Collected data
■ ■ ■ ■ ■ ■ ■

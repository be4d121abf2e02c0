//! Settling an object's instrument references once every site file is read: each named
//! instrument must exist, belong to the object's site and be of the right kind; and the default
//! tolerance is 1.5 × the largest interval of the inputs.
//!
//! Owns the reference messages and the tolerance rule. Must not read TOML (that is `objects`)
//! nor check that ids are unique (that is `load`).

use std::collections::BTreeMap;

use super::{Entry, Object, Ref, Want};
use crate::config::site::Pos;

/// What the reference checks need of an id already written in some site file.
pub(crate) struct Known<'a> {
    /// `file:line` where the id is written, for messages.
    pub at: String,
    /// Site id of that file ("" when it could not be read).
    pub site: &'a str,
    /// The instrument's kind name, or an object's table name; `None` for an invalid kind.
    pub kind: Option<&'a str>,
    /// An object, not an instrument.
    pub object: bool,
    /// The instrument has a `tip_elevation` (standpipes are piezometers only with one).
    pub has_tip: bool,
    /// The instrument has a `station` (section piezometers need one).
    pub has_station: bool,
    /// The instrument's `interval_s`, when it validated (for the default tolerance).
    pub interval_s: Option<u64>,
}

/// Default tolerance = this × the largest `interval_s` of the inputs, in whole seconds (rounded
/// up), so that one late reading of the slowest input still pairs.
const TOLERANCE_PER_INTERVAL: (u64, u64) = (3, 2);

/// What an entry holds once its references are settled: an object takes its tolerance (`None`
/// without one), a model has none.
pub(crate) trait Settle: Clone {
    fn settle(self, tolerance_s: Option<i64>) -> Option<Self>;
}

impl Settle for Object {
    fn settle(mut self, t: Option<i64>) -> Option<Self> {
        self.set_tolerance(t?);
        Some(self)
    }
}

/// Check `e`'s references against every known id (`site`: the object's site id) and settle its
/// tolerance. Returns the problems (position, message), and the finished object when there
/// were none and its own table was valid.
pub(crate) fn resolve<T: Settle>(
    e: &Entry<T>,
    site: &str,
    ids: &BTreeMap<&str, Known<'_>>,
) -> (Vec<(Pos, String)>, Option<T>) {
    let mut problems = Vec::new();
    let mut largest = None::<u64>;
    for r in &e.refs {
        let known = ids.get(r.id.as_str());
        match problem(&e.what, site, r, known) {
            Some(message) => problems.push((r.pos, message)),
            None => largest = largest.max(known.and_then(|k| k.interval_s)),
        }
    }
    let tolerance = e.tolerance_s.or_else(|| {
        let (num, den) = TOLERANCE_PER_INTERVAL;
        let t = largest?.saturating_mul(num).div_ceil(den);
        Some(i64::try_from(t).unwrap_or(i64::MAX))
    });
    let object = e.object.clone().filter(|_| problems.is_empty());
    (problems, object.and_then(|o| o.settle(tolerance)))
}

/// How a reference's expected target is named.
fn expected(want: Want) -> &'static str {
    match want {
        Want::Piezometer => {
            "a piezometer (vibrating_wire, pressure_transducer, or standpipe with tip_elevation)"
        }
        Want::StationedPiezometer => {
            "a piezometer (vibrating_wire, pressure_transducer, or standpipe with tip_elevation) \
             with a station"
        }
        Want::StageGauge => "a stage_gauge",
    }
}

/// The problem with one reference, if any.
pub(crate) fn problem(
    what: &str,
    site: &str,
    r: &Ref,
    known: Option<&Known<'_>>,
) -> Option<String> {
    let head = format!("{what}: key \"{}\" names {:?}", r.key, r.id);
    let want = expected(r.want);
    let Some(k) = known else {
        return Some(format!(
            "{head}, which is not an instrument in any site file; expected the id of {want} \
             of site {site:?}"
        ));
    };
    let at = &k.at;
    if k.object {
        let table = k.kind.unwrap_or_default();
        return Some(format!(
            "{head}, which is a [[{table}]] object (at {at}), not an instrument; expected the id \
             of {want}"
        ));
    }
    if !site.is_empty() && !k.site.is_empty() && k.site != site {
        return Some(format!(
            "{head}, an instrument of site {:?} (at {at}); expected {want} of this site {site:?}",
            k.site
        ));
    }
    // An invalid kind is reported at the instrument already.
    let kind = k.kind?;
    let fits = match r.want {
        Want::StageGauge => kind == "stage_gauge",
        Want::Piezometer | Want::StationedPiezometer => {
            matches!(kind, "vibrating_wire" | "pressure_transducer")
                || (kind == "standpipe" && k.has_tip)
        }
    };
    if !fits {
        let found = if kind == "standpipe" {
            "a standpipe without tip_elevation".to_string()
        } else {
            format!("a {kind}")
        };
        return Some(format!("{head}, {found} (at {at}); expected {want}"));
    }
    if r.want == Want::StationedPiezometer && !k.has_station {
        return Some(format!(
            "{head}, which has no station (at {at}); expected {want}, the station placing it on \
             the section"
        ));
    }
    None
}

■ ■ ■ ■ ■ ■ ■

Restate the data exactly, keeping every line intact.

Result below =
repository be4d121abf2e02c0
//! Settling an object's instrument references once every site file is read: each named
//! instrument must exist, belong to the object's site and be of the right kind; and the default
//! tolerance is 1.5 × the largest interval of the inputs.
//!
//! Owns the reference messages and the tolerance rule. Must not read TOML (that is `objects`)
//! nor check that ids are unique (that is `load`).

use std::collections::BTreeMap;

use super::{Entry, Object, Ref, Want};
use crate::config::site::Pos;

/// What the reference checks need of an id already written in some site file.
pub(crate) struct Known<'a> {
    /// `file:line` where the id is written, for messages.
    pub at: String,
    /// Site id of that file ("" when it could not be read).
    pub site: &'a str,
    /// The instrument's kind name, or an object's table name; `None` for an invalid kind.
    pub kind: Option<&'a str>,
    /// An object, not an instrument.
    pub object: bool,
    /// The instrument has a `tip_elevation` (standpipes are piezometers only with one).
    pub has_tip: bool,
    /// The instrument has a `station` (section piezometers need one).
    pub has_station: bool,
    /// The instrument's `interval_s`, when it validated (for the default tolerance).
    pub interval_s: Option<u64>,
}

/// Default tolerance = this × the largest `interval_s` of the inputs, in whole seconds (rounded
/// up), so that one late reading of the slowest input still pairs.
const TOLERANCE_PER_INTERVAL: (u64, u64) = (3, 2);

/// What an entry holds once its references are settled: an object takes its tolerance (`None`
/// without one), a model has none.
pub(crate) trait Settle: Clone {
    fn settle(self, tolerance_s: Option<i64>) -> Option<Self>;
}

impl Settle for Object {
    fn settle(mut self, t: Option<i64>) -> Option<Self> {
        self.set_tolerance(t?);
        Some(self)
    }
}

/// Check `e`'s references against every known id (`site`: the object's site id) and settle its
/// tolerance. Returns the problems (position, message), and the finished object when there
/// were none and its own table was valid.
pub(crate) fn resolve<T: Settle>(
    e: &Entry<T>,
    site: &str,
    ids: &BTreeMap<&str, Known<'_>>,
) -> (Vec<(Pos, String)>, Option<T>) {
    let mut problems = Vec::new();
    let mut largest = None::<u64>;
    for r in &e.refs {
        let known = ids.get(r.id.as_str());
        match problem(&e.what, site, r, known) {
            Some(message) => problems.push((r.pos, message)),
            None => largest = largest.max(known.and_then(|k| k.interval_s)),
        }
    }
    let tolerance = e.tolerance_s.or_else(|| {
        let (num, den) = TOLERANCE_PER_INTERVAL;
        let t = largest?.saturating_mul(num).div_ceil(den);
        Some(i64::try_from(t).unwrap_or(i64::MAX))
    });
    let object = e.object.clone().filter(|_| problems.is_empty());
    (problems, object.and_then(|o| o.settle(tolerance)))
}

/// How a reference's expected target is named.
fn expected(want: Want) -> &'static str {
    match want {
        Want::Piezometer => {
            "a piezometer (vibrating_wire, pressure_transducer, or standpipe with tip_elevation)"
        }
        Want::StationedPiezometer => {
            "a piezometer (vibrating_wire, pressure_transducer, or standpipe with tip_elevation) \
             with a station"
        }
        Want::StageGauge => "a stage_gauge",
    }
}

/// The problem with one reference, if any.
pub(crate) fn problem(
    what: &str,
    site: &str,
    r: &Ref,
    known: Option<&Known<'_>>,
) -> Option<String> {
    let head = format!("{what}: key \"{}\" names {:?}", r.key, r.id);
    let want = expected(r.want);
    let Some(k) = known else {
        return Some(format!(
            "{head}, which is not an instrument in any site file; expected the id of {want} \
             of site {site:?}"
        ));
    };
    let at = &k.at;
    if k.object {
        let table = k.kind.unwrap_or_default();
        return Some(format!(
            "{head}, which is a [[{table}]] object (at {at}), not an instrument; expected the id \
             of {want}"
        ));
    }
    if !site.is_empty() && !k.site.is_empty() && k.site != site {
        return Some(format!(
            "{head}, an instrument of site {:?} (at {at}); expected {want} of this site {site:?}",
            k.site
        ));
    }
    // An invalid kind is reported at the instrument already.
    let kind = k.kind?;
    let fits = match r.want {
        Want::StageGauge => kind == "stage_gauge",
        Want::Piezometer | Want::StationedPiezometer => {
            matches!(kind, "vibrating_wire" | "pressure_transducer")
                || (kind == "standpipe" && k.has_tip)
        }
    };
    if !fits {
        let found = if kind == "standpipe" {
            "a standpipe without tip_elevation".to_string()
        } else {
            format!("a {kind}")
        };
        return Some(format!("{head}, {found} (at {at}); expected {want}"));
    }
    if r.want == Want::StationedPiezometer && !k.has_station {
        return Some(format!(
            "{head}, which has no station (at {at}); expected {want}, the station placing it on \
             the section"
        ));
    }
    None
}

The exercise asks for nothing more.